# [WHAT YOU SHOULD DO]
Would you please copy every line from the records that contains the word "rate"?

# [STUDY MATERIAL]
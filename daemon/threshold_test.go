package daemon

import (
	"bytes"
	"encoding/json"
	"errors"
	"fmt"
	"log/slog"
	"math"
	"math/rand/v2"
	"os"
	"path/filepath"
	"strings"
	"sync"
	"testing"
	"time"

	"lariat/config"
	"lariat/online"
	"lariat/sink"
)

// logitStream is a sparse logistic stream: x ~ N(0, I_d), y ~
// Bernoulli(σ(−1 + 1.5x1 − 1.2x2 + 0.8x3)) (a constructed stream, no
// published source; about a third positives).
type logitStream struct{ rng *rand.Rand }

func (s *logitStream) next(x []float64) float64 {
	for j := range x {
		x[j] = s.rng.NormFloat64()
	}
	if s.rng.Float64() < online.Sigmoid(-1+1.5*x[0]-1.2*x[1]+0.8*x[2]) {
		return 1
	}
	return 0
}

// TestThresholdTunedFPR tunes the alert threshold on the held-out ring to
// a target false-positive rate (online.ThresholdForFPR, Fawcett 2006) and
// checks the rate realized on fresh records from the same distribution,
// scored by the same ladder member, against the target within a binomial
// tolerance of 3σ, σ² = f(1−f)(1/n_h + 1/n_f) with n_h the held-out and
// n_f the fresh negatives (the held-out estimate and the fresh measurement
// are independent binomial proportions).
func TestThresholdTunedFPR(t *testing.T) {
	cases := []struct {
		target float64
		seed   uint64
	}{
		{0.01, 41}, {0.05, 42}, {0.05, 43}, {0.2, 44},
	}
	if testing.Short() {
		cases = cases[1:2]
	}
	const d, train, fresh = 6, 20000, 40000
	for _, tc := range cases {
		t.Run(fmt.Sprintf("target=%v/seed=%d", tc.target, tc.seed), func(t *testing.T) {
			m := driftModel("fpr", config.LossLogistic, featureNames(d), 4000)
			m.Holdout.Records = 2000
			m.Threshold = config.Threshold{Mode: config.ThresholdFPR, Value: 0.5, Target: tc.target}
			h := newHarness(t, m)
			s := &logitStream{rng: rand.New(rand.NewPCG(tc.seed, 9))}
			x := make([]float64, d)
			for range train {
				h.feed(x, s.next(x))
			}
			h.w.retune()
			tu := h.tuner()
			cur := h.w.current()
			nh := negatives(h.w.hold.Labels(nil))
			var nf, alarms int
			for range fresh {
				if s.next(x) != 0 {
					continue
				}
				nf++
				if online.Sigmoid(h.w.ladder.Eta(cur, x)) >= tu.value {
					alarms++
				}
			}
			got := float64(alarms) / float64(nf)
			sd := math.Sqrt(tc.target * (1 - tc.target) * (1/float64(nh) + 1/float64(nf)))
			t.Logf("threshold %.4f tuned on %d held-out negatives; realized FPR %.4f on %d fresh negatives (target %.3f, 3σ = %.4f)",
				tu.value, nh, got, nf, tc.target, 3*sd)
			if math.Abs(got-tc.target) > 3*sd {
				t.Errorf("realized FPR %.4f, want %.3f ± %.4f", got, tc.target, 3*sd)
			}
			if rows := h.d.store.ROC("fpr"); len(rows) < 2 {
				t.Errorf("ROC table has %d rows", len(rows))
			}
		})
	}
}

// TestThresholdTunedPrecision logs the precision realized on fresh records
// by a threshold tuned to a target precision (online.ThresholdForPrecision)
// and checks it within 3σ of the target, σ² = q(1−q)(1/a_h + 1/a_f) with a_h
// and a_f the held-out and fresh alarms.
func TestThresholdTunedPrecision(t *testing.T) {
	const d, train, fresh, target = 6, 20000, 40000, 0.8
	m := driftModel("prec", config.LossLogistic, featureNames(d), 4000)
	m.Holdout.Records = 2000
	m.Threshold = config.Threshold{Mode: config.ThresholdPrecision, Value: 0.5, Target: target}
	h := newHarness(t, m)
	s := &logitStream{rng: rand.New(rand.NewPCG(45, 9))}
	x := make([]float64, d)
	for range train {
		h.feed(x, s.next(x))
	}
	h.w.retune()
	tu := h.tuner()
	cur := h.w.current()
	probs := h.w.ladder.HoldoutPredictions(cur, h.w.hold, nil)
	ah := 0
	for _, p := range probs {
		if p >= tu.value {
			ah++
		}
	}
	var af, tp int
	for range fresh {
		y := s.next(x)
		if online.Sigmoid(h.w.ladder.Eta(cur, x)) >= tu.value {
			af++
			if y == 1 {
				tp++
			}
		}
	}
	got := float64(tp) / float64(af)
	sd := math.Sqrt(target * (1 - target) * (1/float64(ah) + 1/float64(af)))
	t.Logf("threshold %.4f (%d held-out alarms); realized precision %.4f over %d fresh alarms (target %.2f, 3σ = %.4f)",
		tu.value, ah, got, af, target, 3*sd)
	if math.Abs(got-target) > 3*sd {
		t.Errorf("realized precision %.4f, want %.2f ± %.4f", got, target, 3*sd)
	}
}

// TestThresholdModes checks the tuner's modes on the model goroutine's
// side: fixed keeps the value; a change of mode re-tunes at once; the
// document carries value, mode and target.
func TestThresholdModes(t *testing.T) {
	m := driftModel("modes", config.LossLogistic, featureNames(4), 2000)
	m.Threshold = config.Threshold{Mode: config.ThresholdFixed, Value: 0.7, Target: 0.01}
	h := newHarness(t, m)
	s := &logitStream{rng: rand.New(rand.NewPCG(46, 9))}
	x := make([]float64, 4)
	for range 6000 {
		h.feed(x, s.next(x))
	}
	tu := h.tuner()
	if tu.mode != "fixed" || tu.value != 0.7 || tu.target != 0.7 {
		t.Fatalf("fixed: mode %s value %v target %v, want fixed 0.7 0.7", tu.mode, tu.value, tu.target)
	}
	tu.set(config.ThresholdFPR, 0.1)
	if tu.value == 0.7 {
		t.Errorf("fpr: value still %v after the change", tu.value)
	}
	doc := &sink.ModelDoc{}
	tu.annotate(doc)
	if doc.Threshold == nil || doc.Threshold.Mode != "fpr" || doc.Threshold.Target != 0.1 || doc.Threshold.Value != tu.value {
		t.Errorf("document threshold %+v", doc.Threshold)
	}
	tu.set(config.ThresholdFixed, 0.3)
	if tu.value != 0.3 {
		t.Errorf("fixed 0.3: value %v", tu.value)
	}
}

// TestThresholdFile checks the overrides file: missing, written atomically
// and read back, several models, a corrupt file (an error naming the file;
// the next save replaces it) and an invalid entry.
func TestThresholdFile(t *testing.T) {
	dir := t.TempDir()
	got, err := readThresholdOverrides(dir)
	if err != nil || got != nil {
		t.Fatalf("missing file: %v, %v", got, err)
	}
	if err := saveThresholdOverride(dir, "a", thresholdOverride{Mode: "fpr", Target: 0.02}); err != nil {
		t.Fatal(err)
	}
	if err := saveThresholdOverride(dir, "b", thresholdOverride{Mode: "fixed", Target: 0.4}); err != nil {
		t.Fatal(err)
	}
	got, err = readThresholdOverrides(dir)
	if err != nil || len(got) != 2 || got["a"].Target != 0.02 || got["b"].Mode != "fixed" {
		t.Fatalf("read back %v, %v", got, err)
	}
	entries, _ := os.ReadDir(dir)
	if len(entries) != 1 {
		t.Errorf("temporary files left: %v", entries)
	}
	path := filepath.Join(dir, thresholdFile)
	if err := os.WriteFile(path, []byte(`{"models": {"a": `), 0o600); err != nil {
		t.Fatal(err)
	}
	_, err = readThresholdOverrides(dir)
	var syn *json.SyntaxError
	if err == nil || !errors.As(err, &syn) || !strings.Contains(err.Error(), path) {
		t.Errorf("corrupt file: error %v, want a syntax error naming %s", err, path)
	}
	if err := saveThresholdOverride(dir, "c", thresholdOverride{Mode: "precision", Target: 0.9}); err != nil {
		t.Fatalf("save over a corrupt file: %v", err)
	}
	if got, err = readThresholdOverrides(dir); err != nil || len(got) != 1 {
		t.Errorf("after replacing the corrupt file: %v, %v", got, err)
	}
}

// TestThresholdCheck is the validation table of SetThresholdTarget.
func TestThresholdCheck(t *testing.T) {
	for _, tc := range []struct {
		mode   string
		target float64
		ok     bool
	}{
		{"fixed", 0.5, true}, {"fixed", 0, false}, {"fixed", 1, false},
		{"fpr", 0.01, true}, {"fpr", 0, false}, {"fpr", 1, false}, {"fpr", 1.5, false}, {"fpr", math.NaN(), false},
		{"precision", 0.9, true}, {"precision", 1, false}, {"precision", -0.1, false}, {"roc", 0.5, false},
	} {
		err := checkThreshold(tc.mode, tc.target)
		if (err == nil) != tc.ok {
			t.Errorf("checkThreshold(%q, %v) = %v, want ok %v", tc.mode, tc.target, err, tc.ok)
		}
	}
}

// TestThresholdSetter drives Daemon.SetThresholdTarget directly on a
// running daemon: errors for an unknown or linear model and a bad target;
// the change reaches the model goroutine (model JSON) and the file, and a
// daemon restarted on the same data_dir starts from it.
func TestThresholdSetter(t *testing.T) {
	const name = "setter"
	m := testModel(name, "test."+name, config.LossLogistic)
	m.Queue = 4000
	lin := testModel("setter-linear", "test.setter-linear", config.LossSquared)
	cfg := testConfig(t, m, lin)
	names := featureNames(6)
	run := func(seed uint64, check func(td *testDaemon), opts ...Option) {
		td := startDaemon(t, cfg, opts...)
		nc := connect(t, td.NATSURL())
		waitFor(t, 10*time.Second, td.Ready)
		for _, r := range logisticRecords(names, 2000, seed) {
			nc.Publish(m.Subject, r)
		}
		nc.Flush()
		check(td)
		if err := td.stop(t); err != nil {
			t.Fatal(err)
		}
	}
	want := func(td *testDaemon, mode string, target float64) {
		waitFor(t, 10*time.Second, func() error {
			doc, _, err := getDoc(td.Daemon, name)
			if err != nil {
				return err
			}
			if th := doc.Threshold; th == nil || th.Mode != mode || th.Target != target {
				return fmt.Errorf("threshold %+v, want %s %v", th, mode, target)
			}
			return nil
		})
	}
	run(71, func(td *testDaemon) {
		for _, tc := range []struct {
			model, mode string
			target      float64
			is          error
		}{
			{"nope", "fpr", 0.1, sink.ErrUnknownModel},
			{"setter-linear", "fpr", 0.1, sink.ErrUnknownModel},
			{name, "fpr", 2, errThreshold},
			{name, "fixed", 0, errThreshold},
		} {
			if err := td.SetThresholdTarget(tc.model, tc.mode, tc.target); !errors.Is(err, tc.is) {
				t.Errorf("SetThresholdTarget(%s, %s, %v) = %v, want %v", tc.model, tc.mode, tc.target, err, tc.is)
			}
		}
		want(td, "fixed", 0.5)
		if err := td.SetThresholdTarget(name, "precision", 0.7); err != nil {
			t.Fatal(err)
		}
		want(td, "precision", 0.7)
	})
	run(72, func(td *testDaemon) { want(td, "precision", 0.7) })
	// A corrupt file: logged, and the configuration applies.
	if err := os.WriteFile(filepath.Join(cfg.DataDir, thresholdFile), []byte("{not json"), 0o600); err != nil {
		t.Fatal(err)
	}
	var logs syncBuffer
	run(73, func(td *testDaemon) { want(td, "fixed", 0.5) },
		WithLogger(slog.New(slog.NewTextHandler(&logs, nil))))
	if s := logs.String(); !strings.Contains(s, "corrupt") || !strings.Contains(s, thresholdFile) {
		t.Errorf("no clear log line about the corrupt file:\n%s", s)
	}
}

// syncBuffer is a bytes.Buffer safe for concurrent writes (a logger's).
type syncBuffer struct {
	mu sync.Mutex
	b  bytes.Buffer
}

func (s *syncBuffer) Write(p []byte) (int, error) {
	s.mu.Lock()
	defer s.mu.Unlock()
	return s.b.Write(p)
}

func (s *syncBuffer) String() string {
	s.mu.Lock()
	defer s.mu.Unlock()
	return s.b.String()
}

---

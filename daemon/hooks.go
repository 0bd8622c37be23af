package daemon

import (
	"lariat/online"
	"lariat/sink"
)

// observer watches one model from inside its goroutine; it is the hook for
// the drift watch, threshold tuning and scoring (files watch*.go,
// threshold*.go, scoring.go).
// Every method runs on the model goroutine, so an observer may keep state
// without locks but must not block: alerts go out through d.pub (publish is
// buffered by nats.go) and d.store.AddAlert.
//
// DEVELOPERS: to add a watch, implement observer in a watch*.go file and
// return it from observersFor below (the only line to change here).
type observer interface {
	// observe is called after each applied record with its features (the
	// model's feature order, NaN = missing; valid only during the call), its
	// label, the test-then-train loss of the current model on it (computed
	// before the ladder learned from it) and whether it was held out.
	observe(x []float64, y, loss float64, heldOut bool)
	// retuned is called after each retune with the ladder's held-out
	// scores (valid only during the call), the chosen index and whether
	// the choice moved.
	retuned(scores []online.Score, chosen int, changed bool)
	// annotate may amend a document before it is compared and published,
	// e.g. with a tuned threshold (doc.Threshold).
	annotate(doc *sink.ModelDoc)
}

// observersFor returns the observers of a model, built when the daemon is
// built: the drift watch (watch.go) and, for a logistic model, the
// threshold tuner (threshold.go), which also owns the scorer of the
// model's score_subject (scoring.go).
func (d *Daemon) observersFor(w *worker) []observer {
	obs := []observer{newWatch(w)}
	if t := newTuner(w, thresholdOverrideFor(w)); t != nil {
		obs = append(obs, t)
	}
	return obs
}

--

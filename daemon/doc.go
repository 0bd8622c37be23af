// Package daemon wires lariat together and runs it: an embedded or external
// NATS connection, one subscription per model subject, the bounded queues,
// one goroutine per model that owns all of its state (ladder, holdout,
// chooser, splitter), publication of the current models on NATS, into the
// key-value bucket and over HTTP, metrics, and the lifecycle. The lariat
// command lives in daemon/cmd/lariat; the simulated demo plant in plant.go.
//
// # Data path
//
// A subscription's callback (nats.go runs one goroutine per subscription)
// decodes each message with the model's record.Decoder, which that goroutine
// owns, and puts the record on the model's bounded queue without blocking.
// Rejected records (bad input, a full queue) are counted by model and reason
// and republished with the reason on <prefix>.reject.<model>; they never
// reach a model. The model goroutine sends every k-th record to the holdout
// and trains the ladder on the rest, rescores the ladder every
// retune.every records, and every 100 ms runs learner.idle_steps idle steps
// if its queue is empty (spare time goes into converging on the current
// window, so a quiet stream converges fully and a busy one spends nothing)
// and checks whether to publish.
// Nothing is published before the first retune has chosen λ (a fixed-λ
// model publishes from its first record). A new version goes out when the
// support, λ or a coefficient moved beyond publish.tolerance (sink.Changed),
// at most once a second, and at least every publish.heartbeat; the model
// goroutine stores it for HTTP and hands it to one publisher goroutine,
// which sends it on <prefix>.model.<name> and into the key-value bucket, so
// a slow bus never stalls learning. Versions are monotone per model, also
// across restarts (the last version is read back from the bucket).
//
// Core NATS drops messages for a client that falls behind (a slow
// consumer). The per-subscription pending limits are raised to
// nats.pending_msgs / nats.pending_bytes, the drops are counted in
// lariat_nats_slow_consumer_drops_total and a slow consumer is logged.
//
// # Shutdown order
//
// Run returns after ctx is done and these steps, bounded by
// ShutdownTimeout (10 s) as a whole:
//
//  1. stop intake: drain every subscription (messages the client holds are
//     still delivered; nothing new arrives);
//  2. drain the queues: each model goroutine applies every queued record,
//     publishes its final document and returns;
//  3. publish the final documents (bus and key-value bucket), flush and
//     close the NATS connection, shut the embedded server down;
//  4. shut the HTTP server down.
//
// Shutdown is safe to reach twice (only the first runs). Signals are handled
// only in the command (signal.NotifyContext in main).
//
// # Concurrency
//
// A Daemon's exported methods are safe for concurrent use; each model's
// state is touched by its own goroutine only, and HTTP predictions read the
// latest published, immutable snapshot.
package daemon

# [COMPLETED TASK]
// a target false-positive rate (online.ThresholdForFPR, Fawcett 2006) and
// checks the rate realized on fresh records from the same distribution,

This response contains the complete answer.